Face detector/embeddings based on MTCNN, tensorflow and golang

Implementation based on https://github.com/davidsandberg/facenet . Tensorflow (1.4.1) and the golang binding are required.

Model file cmd/mtcnn.pb is converted from facenet too (see scripts/convert.py. You will need to add facenet/src to PYTHONPATH to use it). You may need to regenerate the model file for a different version of tensorflow.

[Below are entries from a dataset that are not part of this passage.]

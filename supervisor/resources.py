"""Locate bundled data (``tables/`` and ``templates/``) relative to the package.

In an installed wheel the data sits in ``supervisor/_bundled``; in a source
checkout (editable install) it is the project's top-level ``tables/`` and
``templates/``.  Data is never looked up relative to the current directory.
"""

from __future__ import annotations

import os
from pathlib import Path

#: Environment variable naming a folder that replaces the bundled ``tables/``: a
#: contractor's own copy whose rows a second person has verified.
TABLES_ENV = "SUPERVISOR_TABLES"

_PKG = Path(__file__).resolve().parent


def _bundled(name: str) -> Path:
    inside = _PKG / "_bundled" / name
    if inside.is_dir():
        return inside
    source = _PKG.parent / name
    if source.is_dir():
        return source
    raise FileNotFoundError(f"bundled data folder {name!r} not found beside the package")


def tables_dir() -> Path:
    """Return the folder holding the reference tables.

    The bundled ``tables/`` unless the environment variable ``SUPERVISOR_TABLES``
    names another folder (a contractor's verified copy, laid out the same way).

    Raises
    ------
    InputError
        If ``SUPERVISOR_TABLES`` is set but is not a folder.
    """
    own = os.environ.get(TABLES_ENV, "").strip()
    if own:
        path = Path(own).expanduser()
        if not path.is_dir():
            from supervisor.errors import InputError

            raise InputError(TABLES_ENV, f"the environment variable {TABLES_ENV} names {own!r}, "
                             "which is not a folder; expected a folder laid out like the "
                             "bundled tables/ (limits/, models/, no-stop/ ...)")
        return path.resolve()
    return _bundled("tables")


def templates_dir() -> Path:
    """Return the folder holding the bundled checklist and caution templates."""
    return _bundled("templates")
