"""The accepted depth and rate ranges of a plan, as plain numbers.

The reasons for each range are tabled in :mod:`supervisor.plan_fields`, which
re-exports these names for the plan validator and its JSON Schema.  They live here,
without the validation library, so that a command that only needs a range (the
``schedule`` command's rate check) does not import the plan machinery.
"""

from __future__ import annotations

import math

from supervisor.units import convert_pressure

#: Deepest depth a plan may state [fsw]; anything deeper is taken as a typing error.
MAX_PLAN_DEPTH_FSW = 2000.0
#: Slowest and fastest rate a plan may state [fsw/min] (reasons: supervisor.plan_fields).
MIN_RATE_FSW_PER_MIN = 1.0
MAX_RATE_FSW_PER_MIN = 300.0


def _round_down(x: float) -> float:
    return math.floor(x * 10 + 1e-9) / 10


def _to_unit(x_fsw: float, unit: str) -> float:
    return x_fsw if unit == "fsw" else float(convert_pressure(x_fsw, "fsw", "msw"))


def depth_range(unit: str) -> tuple[float, float]:
    """Accepted depths ``(lowest, highest)`` in ``unit`` (``"fsw"`` or ``"msw"``).

    Returns 0 and the deepest accepted depth (the msw figure rounded to 0.1).
    """
    return 0.0, round(_to_unit(MAX_PLAN_DEPTH_FSW, unit), 1)


def rate_range(unit: str) -> tuple[float, float]:
    """Accepted rates ``(slowest, fastest)`` in ``unit``/min (fsw or msw).

    Parameters
    ----------
    unit:
        ``"fsw"`` or ``"msw"``.

    Returns
    -------
    tuple of float
        The slowest (rounded down to 0.1) and fastest (rounded to 0.1) rate.
    """
    if unit == "fsw":
        return MIN_RATE_FSW_PER_MIN, MAX_RATE_FSW_PER_MIN
    return (_round_down(_to_unit(MIN_RATE_FSW_PER_MIN, unit)),
            round(_to_unit(MAX_RATE_FSW_PER_MIN, unit), 1))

The facenet protobuf model file is available for download (see instructions from facenet).

Usage

	// detection
	bs, err := ioutil.ReadFile(*imgFile)
	img, err := goface.TensorFromJpeg(bs)
	det, err := goface.NewMtcnnDetector("mtcnn.pb")
	bbox, err := det.DetectFaces(img) //[][]float32, i.e., [x1,y1,x2,y2],...

	// embeddings
	mean, std := goface.MeanStd(img)
	wimg, err := goface.PrewhitenImage(img, mean, std)
	fn, err := goface.NewFacenet("facenet.pb")
	emb, err := fn.Embedding(wimg)

See cmd/detect.go. Use go build to build the binary and run with --help.

Notes

  • Not exactly the same (e.g., nms/padding is depending on tensorflow implementation).
  • Not fully tested. Performance could a little bit worse.
  • Face landmark support not implemented.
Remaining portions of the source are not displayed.